Journal of Physical Chemistry B, Vol.103, No.7, 1161-1166, 1999
Hydrogen bonding in supercritical methanol. A molecular dynamics investigation
The molecular dynamics simulation technique was used to study the hydrogen-bonding structure of supercritical and liquid methanol in a wide range of temperature and pressure. The center of mass and the site-site pair distribution functions (PDFs) were obtained and their temperature and pressure dependence were investigated. Over the temperature and pressure range investigated here we find that the methanol molecules remain highly structured. Specifically, the behavior of the first peaks in O-O, H-H and H-O PDFs reveal the existence of hydrogen bonds in the system. The hydrogen bonds were estimated on the basis of a well-defined geometric criterion.
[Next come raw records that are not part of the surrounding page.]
TEST_CASE("teach: a move from one group to another says 'nearer the new group than the old'") {
  // Group A around (0,0,0): items 0..5; group B around (10,0,0): items 6..11; item 12 moves A -> B.
  Points y(13, 3);
  for (int i = 0; i < 6; ++i) y.row(i) << 0.1 * i, 0.2 * (i % 2), 0;
  for (int i = 6; i < 12; ++i) y.row(i) << 10 + 0.1 * i, 0.2 * (i % 2), 0;
  y.row(12) << 0.05, 0.05, 0;
  const double from[3] = {0.05, 0.05, 0}, to[3] = {10.6, 0.1, 0};
  kith::TeachOptions o;
  o.neighbours = 3;
  o.max_judgments = 9;
  const auto js = kith::teach_from_drag(y, 12, from, to, "Ada", 1234.5, o);
  REQUIRE(js.size() == 9);
  for (const auto& j : js) {
    CHECK(j.anchor == 12);
    CHECK(j.nearer >= 6);
    CHECK(j.nearer < 12);
    CHECK(j.farther < 6);
    CHECK(j.kind == kith::JudgmentKind::kDrag);
    CHECK(j.person == "Ada");
    CHECK(j.time == 1234.5);
  }
  o.max_judgments = 4;
  CHECK(kith::teach_from_drag(y, 12, from, to, "Ada", 0, o).size() == 4);

  // A nudge inside the group leaves no old neighbour behind that is now farther: no judgments
  // claim B-items are nearer, and every judgment made is true at the new place.
  const double nudge[3] = {0.07, 0.05, 0};
  for (const auto& j : kith::teach_from_drag(y, 12, from, nudge, "Ada", 0, o)) {
    const Eigen::RowVector3d p(nudge[0], nudge[1], nudge[2]);
    CHECK((y.row(j.nearer) - p).norm() < (y.row(j.farther) - p).norm());
  }
  CHECK_THROWS_AS(kith::teach_from_drag(y, 13, from, to, "Ada", 0, o), std::invalid_argument);
  o.neighbours = 0;
  CHECK_THROWS_AS(kith::teach_from_drag(y, 12, from, to, "Ada", 0, o), std::invalid_argument);
}
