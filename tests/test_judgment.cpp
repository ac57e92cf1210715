#include <doctest/doctest.h>

#include "solver/base/judgment.h"

TEST_CASE("judgment kinds round-trip through their names") {
  for (int k = 0; k <= 4; ++k) {
    const auto kind = static_cast<kith::JudgmentKind>(k);
    kith::JudgmentKind back{};
    REQUIRE(kith::judgment_kind_from_string(kith::to_string(kind), &back));
    CHECK(back == kind);
  }
  kith::JudgmentKind unused{};
  CHECK_FALSE(kith::judgment_kind_from_string("sideways", &unused));
}
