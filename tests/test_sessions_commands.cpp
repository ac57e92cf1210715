// The session subcommands as a user runs them: kith new, kith judge, kith export (exit codes,
// messages, files left alone).
#include <doctest/doctest.h>
#include <sys/wait.h>

#include <algorithm>
#include <cstdio>
#include <filesystem>
#include <memory>
#include <nlohmann/json.hpp>
#include <sstream>

#include "solver/session/session_store.h"
#include "tests/approx.h"
#include "tests/sessions_support.h"

namespace fs = std::filesystem;

namespace {

using Run = kith::test::KithRun;
Run kith_run(const std::string& arguments) { return kith::test::run_kith(arguments); }

}  // namespace

TEST_CASE("sessions: kith new makes a session and never overwrites one") {
  const std::string dir = kith::test::temp_dir("sessions-cmd-new");
  const std::string items = kith::test::write_swatches_csv(dir, 40);
  const std::string session = dir + "/box.kith";
  Run r = kith_run("new " + items + " -o " + session + " --perplexity 12 --dims 3");
  CAPTURE(r.output);
  REQUIRE(r.code == 0);
  {
    auto store = kith::SessionStore::open(session);
    CHECK(store->item_count() == 40);
    CHECK(store->settings().perplexity == 12);
    CHECK(store->collection().tags.at(0).name == "weave");
    store->add_judgment(kith::Judgment{-1, 0, 3, 1});
  }
  const std::string before = kith::test::file_bytes(session);
  r = kith_run("new " + items + " -o " + session);
  CHECK(r.code == 2);
  CHECK(r.output.find("--force") != std::string::npos);
  CHECK(kith::test::file_bytes(session) == before);
  r = kith_run("new " + items + " -o " + session + " --force");
  CHECK(r.code == 0);
  CHECK(kith::SessionStore::open(session)->judgment_count() == 0);
  // A broken collection: message with file and line, exit 3, no session made.
  kith::test::write_bytes(dir + "/broken.csv", "id,warmth\na,1\nb,oops\nc,3\n");
  r = kith_run("new " + dir + "/broken.csv -o " + dir + "/broken.kith");
  CHECK(r.code == 3);
  CHECK(r.output.find("broken.csv:3") != std::string::npos);
  CHECK_FALSE(fs::exists(dir + "/broken.kith"));
  CHECK(kith_run("new " + items).code == 2);  // no -o
  CHECK(kith_run("new " + items + " -o " + dir + "/x.kith --dims 4").code == 2);
  CHECK(kith_run("new --help").code == 0);
}

TEST_CASE("sessions: kith judge adds judgments by id, all or none") {
  const std::string dir = kith::test::temp_dir("sessions-cmd-judge");
  const std::string session = dir + "/box.kith";
  REQUIRE(kith_run("new " + kith::test::write_swatches_csv(dir, 30) + " -o " + session).code == 0);
  Run r = kith_run("judge " + session + " --add sw1,sw4,sw2 --add sw5,sw8,sw9 --person 'guest 3'");
  CAPTURE(r.output);
  REQUIRE(r.code == 0);
  CHECK(r.output.find("added judgment 2: sw5,sw8,sw9") != std::string::npos);
  // One unknown id: none of the --add judgments is added.
  r = kith_run("judge " + session + " --add sw1,sw4,sw2 --add sw1,sw4,lamp-9");
  CHECK(r.code == 3);
  CHECK(r.output.find("farther 'lamp-9' is not an item") != std::string::npos);
  CHECK(kith_run("judge " + session + " --add sw1,sw1,sw2").code == 3);
  CHECK(kith_run("judge " + session + " --add sw1,sw2").code == 2);
  CHECK(kith_run("judge " + session + " --retract 1").code == 0);
  CHECK(kith_run("judge " + session + " --retract 77").code == 3);
  {
    auto store = kith::SessionStore::open(session);
    const auto js = store->judgments();
    REQUIRE(js.size() == 2);
    CHECK(js[0].retracted);
    CHECK(js[1].person == "guest 3");
    CHECK(js[1].anchor == 5);
    CHECK(js[1].nearer == 8);
    CHECK(js[1].farther == 9);
    // While this process has it open, kith judge is refused and says so.
    r = kith_run("judge " + session + " --add sw1,sw4,sw2");
    CHECK(r.code == 3);
    CHECK(r.output.find("open in another kith process") != std::string::npos);
    CHECK(store->judgment_count() == 2);
  }
  // Not a session: refused, file unchanged.
  kith::test::write_bytes(dir + "/notes.kith", "shopping list");
  r = kith_run("judge " + dir + "/notes.kith --add sw1,sw4,sw2");
  CHECK(r.code == 3);
  CHECK(r.output.find("not a SQLite database") != std::string::npos);
  CHECK(kith::test::file_bytes(dir + "/notes.kith") == "shopping list");
}

TEST_CASE("sessions: kith export writes the layout as CSV and JSON") {
  const std::string dir = kith::test::temp_dir("sessions-cmd-export");
  const std::string session = dir + "/box.kith";
  const size_t n = 60;
  REQUIRE(kith_run("new " + kith::test::write_swatches_csv(dir, n) + " -o " + session).code == 0);
  Run r = kith_run("export " + session + " --layout " + dir + "/none.csv");
  CHECK(r.code == 3);
  CHECK(r.output.find("no map yet") != std::string::npos);
  kith::Points map(Eigen::Index(n), 3);
  for (size_t i = 0; i < n; ++i)  // three clear clumps by weave
    for (int d = 0; d < 3; ++d) map(Eigen::Index(i), d) = 40.0 * double(i % 3 == size_t(d)) + 0.01 * double(i) * (d + 1);
  // Item 0 (twill) placed among the satins: it should come out as the most suspect.
  map.row(0) = map.row(1);
  map(0, 0) += 0.001;
  kith::SessionStore::open(session)->write_checkpoint(map, 321);

  r = kith_run("export " + session + " --layout " + dir + "/layout.csv");
  CAPTURE(r.output);
  REQUIRE(r.code == 0);
  std::istringstream csv(kith::test::file_bytes(dir + "/layout.csv"));
  std::string line;
  std::getline(csv, line);
  CHECK(line == "id,x,y,z,weave,group,suspect_score");
  size_t rows = 0;
  std::vector<double> suspect;
  while (std::getline(csv, line)) {
    std::vector<std::string> f;
    std::stringstream ls(line);
    std::string cell;
    while (std::getline(ls, cell, ',')) f.push_back(cell);
    if (f.size() == 6) f.push_back("");  // trailing empty field
    REQUIRE(f.size() == 7);
    CHECK(f[0] == "sw" + std::to_string(rows));
    for (int d = 0; d < 3; ++d) CHECK(std::stod(f[size_t(1 + d)]) == doctest::Approx(map(Eigen::Index(rows), d)).epsilon(1e-8));
    CHECK(std::stoi(f[5]) >= 1);  // every item is in one of the three clumps (0 = no group)
    suspect.push_back(std::stod(f[6]));
    ++rows;
  }
  CHECK(rows == n);
  REQUIRE(suspect.size() == n);
  CHECK(std::max_element(suspect.begin(), suspect.end()) - suspect.begin() == 0);

  r = kith_run("export " + session + " --layout " + dir + "/layout.json");
  REQUIRE(r.code == 0);
  const auto doc = nlohmann::json::parse(kith::test::file_bytes(dir + "/layout.json"));
  CHECK(doc["iteration"] == 321);
  REQUIRE(doc["items"].size() == n);
  CHECK(doc["items"][7]["id"] == "sw7");
  CHECK(doc["items"][7]["tags"]["weave"] == "satin");
  CHECK(doc["items"][7]["z"].get<double>() == doctest::Approx(map(7, 2)).epsilon(1e-8));
  CHECK(doc["items"][7]["group"].is_number_integer());

  // A picture of the same map: a PNG of the asked size (width and height are IHDR bytes 16..23).
  kith::SessionStore::open(session)->set_pin(4, {0, 0, 0});
  r = kith_run("export " + session + " --picture " + dir + "/map.png --size 320x200");
  CAPTURE(r.output);
  REQUIRE(r.code == 0);
  const std::string png = kith::test::file_bytes(dir + "/map.png");
  REQUIRE(png.size() > 24);
  CHECK(png.substr(1, 3) == "PNG");
  auto be32 = [&](size_t at) {
    return (uint32_t(uint8_t(png[at])) << 24) | (uint32_t(uint8_t(png[at + 1])) << 16) |
           (uint32_t(uint8_t(png[at + 2])) << 8) | uint32_t(uint8_t(png[at + 3]));
  };
  CHECK(be32(16) == 320);
  CHECK(be32(20) == 200);
  CHECK(kith_run("export " + session + " --picture " + dir + "/m.png --size 3x3").code == 2);

  // Exports never overwrite a session, and the session is only read (it may be open elsewhere).
  auto open_elsewhere = kith::SessionStore::open(session);
  const std::string other = dir + "/other.kith";
  fs::copy_file(session, other);
  const std::string other_bytes = kith::test::file_bytes(other);
  r = kith_run("export " + session + " --layout " + other);
  CHECK(r.code == 2);  // a refused output is a usage error
  CHECK(r.output.find("will not overwrite") != std::string::npos);
  CHECK(kith::test::file_bytes(other) == other_bytes);
  CHECK(kith_run("export " + session + " --layout " + dir + "/again.csv").code == 0);
  CHECK(kith_run("export " + session).code == 2);
  CHECK(kith_run("export " + session + " --layout x.csv --people everyone").code == 2);
}
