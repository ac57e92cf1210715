// PCA on wide data (solver/features/feature_prep.h): the Gram-matrix path taken when there are
// fewer items than features gives the covariance path's axes and variances, and stays fast at
// 300 items x 6,000 features (a covariance path would decompose a 6,000 x 6,000 matrix).
#include <doctest/doctest.h>

#include <chrono>
#include <random>

#include "solver/features/feature_prep.h"

namespace {

// Named tolerances.
constexpr double kAxisTolerance = 1e-8;      // |cos| between the two paths' axes, from 1
constexpr double kVarianceTolerance = 1e-9;  // relative

kith::Points wide(Eigen::Index n, Eigen::Index f, uint64_t seed) {
  std::mt19937_64 rng(seed);
  std::uniform_real_distribution<double> u(-1.0, 1.0);
  kith::Points x(n, f);
  // A few strong directions plus noise, so the leading variances are well apart.
  kith::Points basis(6, f);
  for (Eigen::Index r = 0; r < basis.rows(); ++r)
    for (Eigen::Index c = 0; c < f; ++c) basis(r, c) = u(rng);
  for (Eigen::Index i = 0; i < n; ++i) {
    for (Eigen::Index c = 0; c < f; ++c) x(i, c) = 0.05 * u(rng) + 3.0;
    for (Eigen::Index r = 0; r < basis.rows(); ++r) x.row(i) += (6.0 - double(r)) * u(rng) * basis.row(r);
  }
  return x;
}

}  // namespace

TEST_CASE("solver pca: the Gram path for wide data equals the covariance path") {
  const kith::Points x = wide(40, 300, 7);
  // Every row eight times: the same mean and covariance, but 320 >= 300 rows, so fit_pca takes
  // the covariance path on it.
  kith::Points tall(320, 300);
  for (Eigen::Index i = 0; i < 320; ++i) tall.row(i) = x.row(i % 40);
  const kith::Pca gram = kith::fit_pca(x, 5);
  const kith::Pca cov = kith::fit_pca(tall, 5);
  for (int c = 0; c < 5; ++c) {
    INFO("axis ", c);
    CHECK(std::abs(gram.axes.col(c).dot(cov.axes.col(c))) == doctest::Approx(1.0).epsilon(kAxisTolerance));
    CHECK(gram.axes.col(c).dot(cov.axes.col(c)) > 0);  // the same sign convention
    CHECK(gram.variances(c) == doctest::Approx(cov.variances(c)).epsilon(kVarianceTolerance));
  }
  CHECK((gram.mean - cov.mean).cwiseAbs().maxCoeff() < 1e-12);
  // Projections agree too (up to the same tolerance).
  const kith::Points a = gram.project(x), b = cov.project(x);
  CHECK((a - b).cwiseAbs().maxCoeff() < 1e-6 * a.cwiseAbs().maxCoeff());
}

TEST_CASE("solver pca: 300 items x 6,000 features prepare in seconds") {
  const kith::Points x = wide(300, 6000, 11);
  const auto t0 = std::chrono::steady_clock::now();
  kith::FeaturePrepOptions o;  // PCA to 50 dims, as every fit does
  std::string note;
  const kith::Points y = kith::prepare_features(x, o, &note);
  const double seconds = std::chrono::duration<double>(std::chrono::steady_clock::now() - t0).count();
  MESSAGE("300 x 6,000 -> 50 dims in ", seconds, " s (", note, ")");
  CHECK(y.rows() == 300);
  CHECK(y.cols() == 50);
  CHECK(seconds < 20.0);  // measured about 0.5 s here; the covariance path took minutes
}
We found that this criterion is in quantitative accordance with the energetic criterion of Jorgensen (Jorgensen, W. L. J. Phys. Chem. 1986, 90, 1276) concerning the estimation of hydrogen bonds in liquid methanol. The average number of hydrogen bonds per molecule n(HB) was obtained and compared with corresponding available data from NMR chemical shift measurements. The agreement between experiment and simulation was found to be excellent. The percentage distribution f(i) of liquid and supercritical methanol molecules, with i = 0,1,2,3,., hydrogen bonds per molecule, has been obtained and analyzed.